It should be understood that the above-listed steps of closing the upper isolation valve (Step M) and disconnecting the umbilical line 124 (or the drop line umbilical 124a) from the replacement subsea equipment package 200 (Step N) may only be performed in those illustrative embodiments wherein the upper connection 208 may have been used to: 1) inject flow assurance chemicals into the package 200; 2) draw the pressure in the package 200 and the adjustable-volume subsea containment structure 120b down; and/or 3) equalize the pressure between the package 200 and the structure 120b or the flowline 194. Otherwise, the replacement subsea equipment package 200 may be brought back on line by opening the flowline isolation valves 199a/b (Step O) so as to create fluid communication between the flowline 194 and the package 200, and by closing the flowline bypass valve 198 (Step P) so as to direct the production flow from the subsea well or manifold 193 through the package 200.

FIGS. 3F-3H schematically illustrate various steps of another exemplary method that may be used to deploy and install a replacement subsea equipment package 200. The configuration of the replacement subsea equipment package 200 shown in FIG. 3F is substantially the same as the corresponding configuration shown in FIG. 3A and described above, wherein however the package 200 has been deployed from the surface 191 (see, FIG. 1) with a trapped gas 201n, such as air or nitrogen and the like, contained therein, and with all of the valves 202a/b, 205, 207, 209 and 211 in a closed position. Accordingly, in the illustrative embodiment depicted in FIG. 3F, the trapped gas 201n contained within the package 200 may be at substantially ambient pressure conditions, whereas the local hydrostatic pressure conditions of the subsea environment 180 may be significantly higher.
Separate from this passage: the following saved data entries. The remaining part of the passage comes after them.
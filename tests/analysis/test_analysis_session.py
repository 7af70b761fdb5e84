"""Loading session folders: complete, crashed mid-write, and not a session at all."""

from __future__ import annotations

import math

import numpy as np
import pandas as pd
import pytest

from rigloop.analysis.session import SessionError, load_session


def test_a_complete_session_loads_every_column(make_session):
    folder = make_session(duration_s=4.0)
    s = load_session(folder)
    table = pd.read_csv(folder / "samples.csv")       # pandas: the independent reader
    assert s.columns == list(table.columns)
    assert s.n_rows == len(table)
    np.testing.assert_allclose(s.samples["y"], table["y"].to_numpy())
    np.testing.assert_array_equal(s.samples["state"], table["state"].to_numpy(dtype=str))
    assert s.clean_end and s.truncated is None and s.warnings == []
    assert s.outcome == "completed" and s.rig == "bench-fan"
    assert s.output_name == "speed_rpm" and s.output_unit == "rpm"
    assert s.units == {"y": "rpm", "u": "%", "f": "rpm/s"}
    assert s.actuator["min"] == 0.0 and s.actuator["max"] == 100.0


def test_empty_estimate_fields_read_as_nan(make_session):
    s = load_session(make_session(duration_s=2.0, empty_fhat_rows=3))
    first_running = int(np.argmax(s.active_mask()))
    f = s.samples["f_hat"]
    assert np.isnan(f[: first_running + 3]).all() and np.isfinite(f[first_running + 3:]).all()


def test_events_are_parsed_with_numbers_where_numeric(make_session):
    s = load_session(make_session(duration_s=8.0, setpoints=[(6.0, 2000.0, 0.5)]))
    kinds = [ev.kind for ev in s.events]
    assert kinds[:4] == ["connected", "configured", "armed", "running"] and kinds[-1] == "ended"
    assert s.events[0].t is None
    sp = next(ev for ev in s.events if ev.kind == "setpoint")
    assert (sp.t, sp.value, sp.detail) == (6.0, 2000.0, "blend_s=0.5")


def test_a_crashed_session_loads_what_was_written_and_says_so(make_session):
    folder = make_session(duration_s=3.0, cut_last_line=True)
    s = load_session(folder)
    complete_rows = (folder / "samples.csv").read_text().count("\n") - 1
    assert s.n_rows == complete_rows
    assert not s.clean_end
    assert s.truncated.startswith("session ended without a clean stop (outcome: running)")
    assert f"{complete_rows} rows" in s.truncated
    assert any("cut short" in w for w in s.warnings)


def test_a_missing_end_time_is_reported_even_with_an_outcome(make_session):
    folder = make_session(duration_s=1.0)
    text = (folder / "session.yaml").read_text().replace("ended_utc: '2026-12-01T21:50:15.223Z'",
                                                         "ended_utc: null")
    (folder / "session.yaml").write_text(text)
    s = load_session(folder)
    assert s.clean_end and "no ended_utc" in s.truncated


def test_bad_rows_in_the_middle_are_skipped_with_a_warning(make_session):
    folder = make_session(duration_s=1.0)
    lines = (folder / "samples.csv").read_text().splitlines(keepends=True)
    lines[10] = "1.0,2,3\n"
    (folder / "samples.csv").write_text("".join(lines))
    s = load_session(folder)
    assert s.n_rows == len(lines) - 2
    assert any("line 11" in w for w in s.warnings)


def test_the_session_yaml_path_is_accepted_too(make_session):
    folder = make_session(duration_s=1.0)
    assert load_session(folder / "session.yaml").path == folder


def test_a_missing_folder_names_the_path_and_the_fix(tmp_path):
    with pytest.raises(SessionError, match="no such session folder.*session.yaml, samples.csv"):
        load_session(tmp_path / "nope")


def test_a_folder_without_session_yaml_is_refused(tmp_path):
    with pytest.raises(SessionError, match=r"session\.yaml not found"):
        load_session(tmp_path)


def test_garbled_session_yaml_names_the_line(make_session):
    folder = make_session(duration_s=1.0)
    (folder / "session.yaml").write_text("outcome: [completed\nrig: x\n")
    with pytest.raises(SessionError, match=r"session\.yaml: not valid YAML at line \d+"):
        load_session(folder)


def test_missing_samples_file_is_named(make_session):
    folder = make_session(duration_s=1.0)
    (folder / "samples.csv").unlink()
    with pytest.raises(SessionError, match=r"samples\.csv not found"):
        load_session(folder)


def test_a_missing_events_file_only_warns(make_session):
    folder = make_session(duration_s=1.0)
    (folder / "events.csv").unlink()
    s = load_session(folder)
    assert s.events == [] and any("events.csv not found" in w for w in s.warnings)


def test_non_numeric_values_become_nan_with_a_warning(make_session):
    folder = make_session(duration_s=1.0)
    lines = (folder / "samples.csv").read_text().splitlines(keepends=True)
    cells = lines[5].split(",")
    cells[4] = "oops"                                  # the y column
    lines[5] = ",".join(cells)
    (folder / "samples.csv").write_text("".join(lines))
    s = load_session(folder)
    assert math.isnan(s.samples["y"][4])          # line 5 after the header is row 4
    assert any("column 'y'" in w for w in s.warnings)


def test_rejected_frame_total_counts_reasons_not_bookkeeping(make_session):
    folder = make_session(duration_s=1.0)
    s = load_session(folder)
    assert s.rejected_frames_total == 4                  # crc 1 + sequence 3
    s.meta["summary"]["rejected_frames"] = {"accepted": 2966, "crc": 2, "sequence": 0}
    assert s.rejected_frames_total == 2
    s.meta["summary"]["rejected_frames"]["total_rejected"] = 5
    assert s.rejected_frames_total == 5


def test_nan_written_as_text_or_as_an_empty_field_reads_the_same(make_session):
    # the engine writes "nan"; docs/recording.md also allows an empty field
    a = load_session(make_session("empty", duration_s=2.0, nan_text=""))
    b = load_session(make_session("text", duration_s=2.0, nan_text="nan"))
    assert a.columns == b.columns
    for name in a.columns:
        np.testing.assert_array_equal(a.samples[name], b.samples[name])       # NaN == NaN here
    assert np.isnan(b.samples["f_hat"][0]) and a.warnings == b.warnings == []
FIG. 3G schematically illustrates the replacement subsea equipment package 200 of FIG. 3F after the package 200 has been landed on the flowline 194, and the first and second equipment connections 203a and 203b have been sealingly connected to the respective first and second flowline connections 104a and 104b. FIG. 3G additionally depicts several preliminary steps that may be performed during an overall method that may be used to remove the gas 201n from the replacement subsea equipment package 200 and bring the package 200 on line, which steps may include the following:

In certain embodiments, after the adjustable-volume subsea containment structure 120b containing the mixture 101d of separated liquid 101a and flow assurance chemicals 101c has been connected to the replacement subsea equipment package 200 (Step C), the pressure between the package 200 and the structure 120b may be substantially equalized across the lower isolation valve 205 prior to opening the valve 205 (Step F). In at least some illustrative embodiments, pressure equalization across the lower isolation valve 205 may be accomplished by adjusting the pressure in the package 200 through the chemical injection line 189 that is connected to the chemical injection connection 210.
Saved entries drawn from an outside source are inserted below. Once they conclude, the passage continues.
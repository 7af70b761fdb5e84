"""Fixtures of the analysis tests (the data generator is in analysis_testdata.py)."""

from __future__ import annotations

from pathlib import Path

import pytest

from analysis_testdata import write_session


@pytest.fixture
def make_session(tmp_path):
    """Factory: ``make_session(name="s1", **options)`` -> session folder path."""
    def factory(name: str = "20261201-215005_bench-fan", **options) -> Path:
        return write_session(tmp_path / name, **options)
    return factory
In other embodiments, such as when a chemical injection line 189 and chemical injection system (not shown) may not even be a part of the subsea equipment installation 185 (see FIG. 1), pressure equalization may be accomplished in any one of several alternative fashions. For example, in some embodiments, an alternate Step A as shown in FIG. 3G may be performed wherein an ROV 195 is positioned adjacent to the replacement subsea equipment package 200, which may then connect an umbilical line 124 to the upper connection 208 using the umbilical connection 125. After performing an alternate Step E to open the upper isolation valve 207, the ROV 195 may then adjust the pressure in the package 200 through the umbilical line 124. In yet other embodiments, the ROV 195 may be used to perform yet a different alternate Step A by connecting a drop line umbilical 124a to the upper connection 208 via the umbilical connection 125 and to open the upper isolation valve 207 (alternate Step E), after which pressure in the replacement subsea equipment package 200 may be adjusted from the surface 191 (see, FIG. 1) so as to equalize pressure across the lower isolation valve 205 before it is opened (Step F).

After the lower isolation valve 205 has been opened by operation of an ROV 195, the pressure in the replacement subsea equipment package 200 and the adjustable-volume subsea containment structure 120b may then be reduced to a pressure that is below the local hydrostatic pressure of the subsea environment 180 in the manner previously described with respect to FIG. 3C, such as by operation of a pump and/or choke (not shown) mounted on the separator vessel 200v, or through the chemical injection line 189, the umbilical line 124, or the drop line umbilical 124a. During this operation, the local hydrostatic pressure of the subsea environment 180 may thereby cause the adjustable-volume subsea containment structure 120b to collapse and the contents 101d of the structure 120b to be transferred into the separator vessel 200v. During this operation, the adjustable-volume subsea containment structure 120b may collapse back to a substantially empty condition, as is indicated by the dashed-line containment structure outline 120 shown in FIG. 3G. Additional steps may also be taken to pump any remaining amounts of the mixture 101d out of the adjustable-volume subsea containment structure 120b and/or the containment structure flowline 121, e.g., Steps I and J as previously described with respect to the illustrative method shown in FIG. 3C.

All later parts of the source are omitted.